As president of the Gettysburg Black History Museum, an institution more notional than actual until recently, Bailey is intent on seeing beyond “the bullets and bayonets, canons and military tactics” that brought some 200,000 tourists to the Pennsylvania town this summer to mark the battle’s anniversary. He also wants to contribute to a national discussion about the meaning and legacy of slavery.

Bailey, a businessman and evangelical minister, became the museum’s first president in 2010. His passion for the project comes out of his trips to West and Central Africa, where he became increasingly aware of his physical resemblance to Ashanti shipped to the Americas in bondage. He also witnessed the Truth and Reconciliation process while living in South Africa.

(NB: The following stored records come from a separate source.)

def _matches(row: Measurement, limit: Limit) -> bool:
    driven = row.conditions.driven_element
    if driven is not None and driven != row.element and "driven_element" not in limit.when:
        return False  # crosstalk: another element was driven
    for key, wanted in limit.when.items():
        found = row.element if key == "element" else getattr(row.conditions, key, None)
        if found is None:
            return False
        if isinstance(wanted, str):
            if str(found) != wanted:
                return False
        elif abs(float(found) - wanted) > limit.tolerance_ratio * abs(wanted) + 1e-12 * abs(wanted):
            return False
    return True


def _repeats(rows: Sequence[Measurement]) -> list[list[Measurement]]:
    """Rows grouped by all conditions that the bench sets; the temperature is not set, and varies a little."""
    groups: dict[tuple[object, ...], list[Measurement]] = {}
    settings = ("device", "driven_element", "reference", *(name for name in CONDITIONS if name != "temperature_degC"))
    for row in rows:
        known = row.conditions
        warm = None if known.temperature_degC is None else round(known.temperature_degC / _SAME_TEMPERATURE_K)
        alone = row.capture if known.device is None else None
        groups.setdefault((*(getattr(known, name) for name in settings), warm, alone), []).append(row)
    return list(groups.values())


def _mean(rows: Sequence[Measurement], quantity: str) -> Estimate | None:
    """Mean of repeats; a bound where one of them is a bound; `None` where one of them has nothing."""
    found = [row.quantities.get(quantity) for row in rows]
    present = [estimate for estimate in found if estimate is not None]
    if len(present) < len(found):
        return None
    values = [(e.value, e.u) for e in present if e.value is not None and e.u is not None]
    if len(values) < len(present):
        return _joint_bound(present)
    numbers, us = np.array([v for v, _ in values]), np.array([u for _, u in values])
    scatter = 0.0
    if len(numbers) > 1:
        # Few repeats tell the scatter badly: widened so that the normal 95 % interval is as wide as Student's.
        widening = coverage_factor(0.95, len(numbers) - 1) / coverage_factor(0.95, math.inf)
        scatter = widening * float(np.std(numbers, ddof=1)) / math.sqrt(len(numbers))
    return Estimate(value=float(numbers.mean()), u=max(float(us.mean()), scatter))


def _joint_bound(estimates: Sequence[Estimate]) -> Estimate | None:
    """The widest of bounds, each value counted with two-sided 95 %."""
    highs = [e.hi95 if e.value is None or e.u is None else e.value + 1.96 * e.u for e in estimates]
    lows = [e.lo95 if e.value is None or e.u is None else e.value - 1.96 * e.u for e in estimates]
    high = None if None in highs else max(h for h in highs if h is not None)
    low = None if None in lows else min(x for x in lows if x is not None)
    return None if high is None and low is None else Estimate(hi95=high, lo95=low)


def _nothing_measured(limit: Limit, rows: Sequence[Measurement]) -> str:
    what = "dark trace" if limit.quantity == "dark_current_A" else "pulse capture"
    when = ", ".join(
        f"{key} = {value if isinstance(value, str) else format_quantity(value, unit_of(key).symbol)}"
        for key, value in limit.when.items()
    )
    silent = [
        f"{count} do not state {key}" if count > 1 else f"one does not state {key}"
        for key in limit.when
        if key != "element" and (count := sum(getattr(row.conditions, key) is None for row in rows))
    ]
    return f"no {what}" + (f" at {when}" if when else "") + "".join(f"; {words}" for words in silent)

He believes that white America has yet to take full responsibility for the cruelties and dehumanization wrought by turning human beings into cargo: “How could we have taken millions of people and reduced them to the level of chattel? And we still haven’t taken those chains off, even today.”

Someday soon, he hopes, the Gettysburg Black History Museum will be a physical museum, but for now he is more interested in propagating ideas than in displaying artifacts. “Our physical city is a standing, living museum,” he says. He wants visitors to hear stories of slave catchers coming to Gettysburg to abduct free blacks, for example, and of confederates searching house-to-house during the battle “to find black people who were considered contraband.”

The museum has acquired a 600-square-foot space in the Gettysburg tourist district to welcome guests and advertise dramatizations and lectures that will be central to the museum’s living history program. At the moment, visitors can contact the museum (www.gettysburgblackhistory.org) to book a 90-minute black heritage tour that draws on the local African-American experience.

For example, guides describe how slaves in the 1700s built some of the historic structures that tourists now flock to. In the 1800s, Gettysburg—which is only seven miles from the Mason-Dixon line—was home to a small community of successful free blacks, including Daniel Alexander Payne, a minister and educator who became the first president of Wilberforce University. “There is a major humanizing story here that plays against the whole history of dehumanization,” says Bailey.

As the only black member of the Gettysburg Adams Chamber of Commerce, Bailey often hears laments that the area attracts few African-American tourists. That will change, he predicts: “We will bring a whole new demographic to Gettysburg. The tourists are asking for this.” Among the special events he envisions is an annual Sept. 22 ball that commemorates the preliminary issuance of the Emancipation Proclamation in 1862.

“I am not seeking to be divisive; I am seeking to create community by exposing reality,” Bailey says.

“White America is ready to hear this story. As we reveal these truths, it sets two [groups of] people free.”